Kegaduhan di Tengah Rimba

Diperbarui: 22 Januari 2023   21:16

Kompasiana adalah platform blog. Konten ini menjadi tanggung jawab bloger dan tidak mewakili pandangan redaksi Kompas.

(https://pixabay.com)

Ini adalah kali kedua-belas aku menyapu keringat yang menetes melewati dahiku. Panas. Kutatap ke sekeliling untuk mencari perteduhan, namun yang kutemukan bukan pohon; kalau saja tumbuhan setinggi  dua Meter disekeliling lapangan ini dapat kusebut pohon.Teman-teman sepermainanku memang senang menyebutnya demikian, tetapi aku takkan sekali-kali mau menyebutnya pohon.
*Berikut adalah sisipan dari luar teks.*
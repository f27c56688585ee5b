import {
  defaultRangeExtractor,
  useVirtualizer,
  type Rect,
  type Virtualizer,
} from '@tanstack/react-virtual';
import type { RefObject } from 'react';
import { HEADER_HEIGHT, ROW_HEIGHT } from '../components/grid-row.tsx';

/** The grid's height as its class gives it (`h-[min(68vh,760px)]`), known without a layout. */
const cssGridHeight = () => Math.round(Math.min(window.innerHeight * 0.68, 760));

/**
 * The grid's box from ResizeObserver reports only. The virtualiser's own observer reads
 * clientWidth/clientHeight when the grid mounts, which forces the browser to lay out everything
 * drawn so far (the connector faces above the grid) in the middle of the first render; a
 * ResizeObserver reports after the browser's own layout, for free. Until then the CSS height.
 */
function observeGridRect(instance: Virtualizer<HTMLDivElement, Element>, cb: (rect: Rect) => void) {
  const el = instance.scrollElement;
  if (!el || typeof ResizeObserver === 'undefined') return;
  const observer = new ResizeObserver(([entry]) => {
    if (!entry) return;
    cb({
      width: Math.round(entry.contentRect.width),
      height: Math.round(entry.contentRect.height),
    });
  });
  observer.observe(el);
  return () => observer.disconnect();
}

/**
 * Draws only the pin rows in view. `keepRows` stay drawn when scrolled away (the row being edited
 * and the focused row), so the editor keeps its text and the grid's active descendant stays in the
 * page.
 */
export function useGridVirtualizer({
  count,
  scrollRef,
  keepRows,
  rowKey,
}: {
  count: number;
  scrollRef: RefObject<HTMLDivElement | null>;
  keepRows: Array<number | undefined>;
  rowKey: (index: number) => number;
}) {
  // No React Compiler in this build; the virtualizer is read during render on purpose.
  // eslint-disable-next-line react-hooks/incompatible-library
  return useVirtualizer({
    count,
    rangeExtractor: (range) => {
      const keep = keepRows.filter(
        (i): i is number => i !== undefined && (i < range.startIndex || i > range.endIndex),
      );
      const indexes = defaultRangeExtractor(range);
      return keep.length ? [...new Set([...indexes, ...keep])].sort((a, b) => a - b) : indexes;
    },
    getScrollElement: () => scrollRef.current,
    observeElementRect: observeGridRect,
    initialRect: { width: 0, height: cssGridHeight() },
    estimateSize: () => ROW_HEIGHT,
    overscan: 12,
    scrollMargin: HEADER_HEIGHT,
    scrollPaddingStart: HEADER_HEIGHT,
    getItemKey: rowKey,
  });
}

/**
 * Scrolls the grid to a row, unless `align` is 'auto' and the row is already wholly in view below
 * the sticky headings: the virtualiser starts a scroll even then and follows it up over the next
 * frames, each one a redraw of the page. Read from the virtualiser's own state, no layout.
 */
export function scrollToRow(
  virtualizer: Virtualizer<HTMLDivElement, Element>,
  index: number,
  align: 'auto' | 'center',
) {
  const row = virtualizer.measurementsCache[index];
  const offset = virtualizer.scrollOffset;
  const height = virtualizer.scrollRect?.height;
  const inView =
    row !== undefined &&
    offset != null &&
    !!height &&
    row.start >= offset + HEADER_HEIGHT &&
    row.end <= offset + height;
  if (align === 'auto' && inView) return;
  virtualizer.scrollToIndex(index, { align });
}
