/** The file types a reference scan may be; told by the file's first bytes, never by its name. */
export const ATTACHMENT_TYPES = ['application/pdf', 'image/png', 'image/jpeg'] as const;
export type AttachmentType = (typeof ATTACHMENT_TYPES)[number];

export const ATTACHMENT_TYPE_LABELS: Record<AttachmentType, string> = {
  'application/pdf': 'PDF',
  'image/png': 'PNG image',
  'image/jpeg': 'JPEG image',
};

export interface Attachment {
  id: number;
  connectorId: number;
  conversionId: number;
  fileName: string;
  contentType: AttachmentType;
  sizeBytes: number;
  sha256: string;
  uploadedBy: string | null;
  createdAt: string;
}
Tadinya lapangan kering kerontang ini adalah taman hijau yang rindang. Aku baru tahu itu ketika membuka album foto keluargaku. Foto itu secara jelas menampilkan kakek dan nenek yang berdiri bersama ayahku. Mereka duduk santai pada hamparan rumput bagaikan permadani hijau, di antara pepohonan yang tumbuh tinggi nan rapat. Pemandangan itu menyejukkan hati. Namun entah mengapa kehijauan lapangan itu kini hanya menyisakan tumbuhan-tumbuhan kerdil semacam ini.

Tiada yang tahu secara pasti siapa penyebab hilangnya kehijauan taman itu. Konon, sepuluh tahun yang lalu, pepohonan di sekitar taman ini tumbang dan rumputnya menguning begitu saja dalam semalam. Sejak saat itu, taman ini berubah menjadi lapangan gersang.

Aku melirik jam digitalku. Waktu tepat menunjukkan tengah hari, namun tak ada niat untuk beranjak dari sini. Aku mematung di bawah sengat mentari ini. Terpanggang. Namun entah mengapa, kubiarkan saja.

Aku baru ingat, biasanya ada sekelompok bapak berbaju hitam melakukan ritual aneh di lapangan kering ini. Sejak setahun lalu, aku terus memantau pergerakan mereka dari semak-semak, namun selalu saja mereka mengetahui kehadiranku. Hardikan keras mereka yang membahana tak pelak lagi mengusik dan mengusirku.

Bagaimanapun, rasa penasaran masih bersarang di dalam dadaku dan aku belum pernah mau menyerah begitu saja. Kali ini aku bertekad meneliti tentang ritual aneh itu.

Waktu telah menunjukkan pukul tiga sore. Mentari mulai merangkak ke arah Barat, namun belum juga ada tanda-tanda kedatangan orang-orang aneh itu. Aku terus menunggu dari balik semak-semak ini. Angin kini berhembus lebih kencang dari biasanya. Namun bukan kesejukan yang kurasa, melainkan hawa yang panas membara. Firasatku yang tajam akan apa yang akan terjadi mendorongku tetap bersembunyi di balik semak-semak ini, sambil mengintai keadaan di sekitar lapangan.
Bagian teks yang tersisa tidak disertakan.